As an example, consider the following pattern which tests
that the values of @maxOccurs
and @minOccurs
are usable.
<sch:pattern id="att.repeatable-MINandMAXoccurs"> <sch:rule context="*[ @minOccurs and @maxOccurs ]"> <sch:let name="min" value="@minOccurs cast as xs:integer"/> <sch:let name="max" value="if ( normalize-space( @maxOccurs ) eq 'unbounded') then -1 else @maxOccurs cast as xs:integer"/> <sch:assert test="$max eq -1 or $max ge $min"> @maxOccurs should be greater than or equal to @minOccurs </sch:assert> </sch:rule> <sch:rule context="*[ @minOccurs and not( @maxOccurs ) ]"> <sch:assert test="@minOccurs cast as xs:integer lt 2"> When @maxOccurs is not specified, @minOccurs must be 0 or 1 </sch:assert> </sch:rule> </sch:pattern>This pattern uses four XPath tests and two assignments. (The values that are assigned are expressed in XPath as well, but this is not particularly germane to the argument here.) I submit that if the job of these four XPaths were assigned to a single XPath, the result is significantly harder to decipher, whether intermediate variables are used or not. Here is the same test using intermediate variables (as the Schematron does):
if ( @minOccurs and not( @maxOccurs ) ) then if ( @minOccurs cast as xs:integer ge 2 ) then 'When @maxOccurs is not specified, @minOccurs must be 0 or 1' else '' else if ( @minOccurs and @maxOccurs ) then let $max := if ( normalize-space( @maxOccurs ) eq 'unbounded') then -1 else @maxOccurs cast as xs:integer, $min := @minOccurs cast as xs:integer return if ( $max eq -1 or $max ge $min ) then '' else '@maxOccurs should be greater than or equal to @minOccurs' else ''Without the intermediate variables comprehension is marginally more difficult:
if ( @minOccurs and @maxOccurs ) then if ( @maxOccurs eq 'unbounded' or ( if ( @maxOccurs castable as xs:integer ) then xs:integer( @maxOccurs ) ge xs:integer( @minOccurs ) else false() ) ) then '' else '@maxOccurs should be greater than or equal to @minOccurs' else if ( @minOccurs and not( @maxOccurs ) ) then if ( @minOccurs cast as xs:integer gt 1 ) then 'When @maxOccurs is not specified, @minOccurs must be 0 or 1' else '' else ''And, not surprisingly, without whitespace (or color syntax highlighting or some other aid for the human reader), all hope is lost:
if (@minOccurs and not(@maxOccurs)) then if (@minOccurs cast as xs:integer ge 2) then 'When @maxOccurs is not specified, @minOccurs must be 0 or 1' else '' else if (@minOccurs and @maxOccurs) then let $max := if (normalize-space(@maxOccurs) eq 'unbounded') then -1 else @maxOccurs cast as xs:integer, $min := @minOccurs cast as xs:integer return if ($max eq -1 or $max ge $min) then '' else '@maxOccurs should be greater than or equal to @minOccurs' else ''While the loss of whitespace would also make the XSLT version very hard to read, lots of XML tools will easily indent it in a reasonable fashion. (E.g., oXygen has a “Format and Indent” capability; or
xmllint --format ugly_input.xml >
prettier_output.xml
.[13])
Two-path power
Real or imagined?
Of course this assertion, that two XPaths are more
powerful than one, is not strictly true. Executing two XPath
path expressions in a row is not much different from tacking
one onto the other. That is, executing XPath B from each node
selected by XPath A is not significantly different from
XPath A / XPath B
. Furthermore, in XPath 3.1 we
have the simple mapping operator (‘!
’) so if
items instead of nodes are involved, one could use XPath
A ! XPath B
.
So if my two XPaths (A and B) could have easily been expressed as a single XPath (let’s call it AB), then why do I think it so much better to be able to express them separately? For at least two reasons. First because of human cognition, and second because of what else can be done in addition to XPath B at each node selected by XPath A.

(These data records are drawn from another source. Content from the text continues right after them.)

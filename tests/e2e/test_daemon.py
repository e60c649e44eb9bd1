"""The daemon end to end: a real subprocess on a real folder and SQLite file, judged exactly once.

Expectations come from the issue ("Watch") and docs/reliability.md items 2, 3, 5 and 7 (the
failure modes measured on this machine); run files come from the project's synthetic generator.
"""

from __future__ import annotations

import json
import os
import random
import re
import shutil
import signal
import time
from collections import Counter
from typing import TYPE_CHECKING, Any

import pytest

from tests.helpers.cli import run_cli
from tests.helpers.daemon import SETTLE_S, Daemon, Lab
from tests.helpers.wait import wait_for

if TYPE_CHECKING:
    from pathlib import Path

    from tests.helpers.receiver import Receiver


def _assert_once(lab: Lab, names: set[str]) -> None:
    by_name = lab.runs_by_name()
    assert {n: by_name.get(n, 0) for n in names} == dict.fromkeys(names, 1)
    health = Counter(r["file"] for r in lab.health_runs())
    assert {n: health.get(n, 0) for n in names} == dict.fromkeys(names, 1)


@pytest.mark.parametrize("polling", [False, True], ids=["inotify", "polling"])
def test_every_way_of_writing_is_judged_once(lab: Lab, polling: bool) -> None:
    """Chunks, tmp-then-rename, cp, mv from outside and a folder moved in: each judged once."""
    lab.write_config(watch={"polling": polling, "poll_interval_s": 0.2})
    d = lab.start()
    data = lab.run_bytes(1)
    with (lab.exports / "QC_chunks.mzML").open("wb") as fh:
        for i in range(0, len(data), 4096):
            fh.write(data[i : i + 4096])
            fh.flush()
    tmp = lab.exports / "QC_renamed.mzML.part"
    tmp.write_bytes(lab.run_bytes(2))
    tmp.rename(lab.exports / "QC_renamed.mzML")
    outside = lab.root / "outside"
    outside.mkdir()
    (outside / "S01_cp.mzML").write_bytes(lab.run_bytes(3))
    shutil.copy(outside / "S01_cp.mzML", lab.exports / "S01_cp.mzML")
    (outside / "S01_mv.mzML").write_bytes(lab.run_bytes(4))
    shutil.move(outside / "S01_mv.mzML", lab.exports / "S01_mv.mzML")
    batch = outside / "batch"
    batch.mkdir()
    (batch / "QC_in_folder.mzML").write_bytes(lab.run_bytes(5))
    os.rename(batch, lab.exports / "batch")
    names = {"QC_chunks.mzML", "QC_renamed.mzML", "S01_cp.mzML", "S01_mv.mzML", "QC_in_folder.mzML"}
    lab.wait_runs(len(names))
    assert d.stop() == 0
    _assert_once(lab, names)
    assert all(status == "ok" for _, status, _ in lab.runs())
    assert not any(name.endswith(".part") for name, _, _ in lab.jobs())
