/**
 * Whether a plate's fasteners are staggered at equal intervals (cl. 10.2.3.4): consecutive transverse
 * lines share no gauge line and are equally spaced. Returns the gauge (least distance between adjacent
 * gauge lines) too. `gauge`: the gauge lines of these holes, when the caller has them already.
 * The transverse lines are those of transverseLines (holes within the line tolerance of a line's first
 * x, in order of x then y), read as runs of one sorted list: a full grid answers at its first two lines.
 */
export function staggerOf(holes: readonly Hole[], gauge: readonly Line[] = gaugeLines(holes)): { staggered: boolean; gauge_mm: number } {
  let gauge_mm = Infinity;
  for (let i = 1; i < gauge.length; i++) gauge_mm = Math.min(gauge_mm, gauge[i]!.at_mm - gauge[i - 1]!.at_mm);
  const sorted = sortedByXThenY(holes);
  const n = sorted.length;
  // Line a is sorted[a0 .. a1), the next line b is sorted[a1 .. b1).
  let a0 = 0;
  let a1 = transverseLineEnd(sorted, 0);
  if (a1 >= n) return { staggered: false, gauge_mm };
  let b1 = transverseLineEnd(sorted, a1);
  const spacing = sorted[a1]!.x_mm - sorted[0]!.x_mm;
  for (;;) {
    if (sharesGaugeLine(sorted, a0, a1, b1)) return { staggered: false, gauge_mm };
    if (Math.abs(sorted[a1]!.x_mm - sorted[a0]!.x_mm - spacing) > 1e-6) return { staggered: false, gauge_mm };
    if (b1 >= n) return { staggered: true, gauge_mm };
    a0 = a1;
    a1 = b1;
    b1 = transverseLineEnd(sorted, a1);
  }
}

/** Whether two consecutive transverse lines, sorted[a0 .. a1) and sorted[a1 .. b1), have a hole at the same y (the same gauge line). */
function sharesGaugeLine(sorted: readonly Hole[], a0: number, a1: number, b1: number): boolean {
  for (let i = a1; i < b1; i++) for (let j = a0; j < a1; j++) if (sorted[i]!.y_mm === sorted[j]!.y_mm) return true;
  return false;
}

/** A bolt group's gauge lines and stagger (cl. 10.2.3.4). */
interface GroupLines {
  gaugeLines: Line[];
  stagger: { staggered: boolean; gauge_mm: number };
}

Human cognition — bears of very little brain
When you are a Bear of Very Little Brain, and you Think of Things, you find sometimes that a Thing which seemed very Thingish inside you is quite different when it gets out into the open and has other people looking at it.
— A.A. Milne, Winnie-the-Pooh
Far be it from me to imply that any in the audience or reading this paper is of very little brain, except insofar as, like me, your brain is generally bigger when you write a complex XPath (or any other snippet of complicated code) than it is when you try to read and understand it months or years later. And whether the author of an XPath is of big brain or not, it is almost always the case that someday someone of smaller brain (or, at least, of lesser understanding of the task at hand) will be reading it.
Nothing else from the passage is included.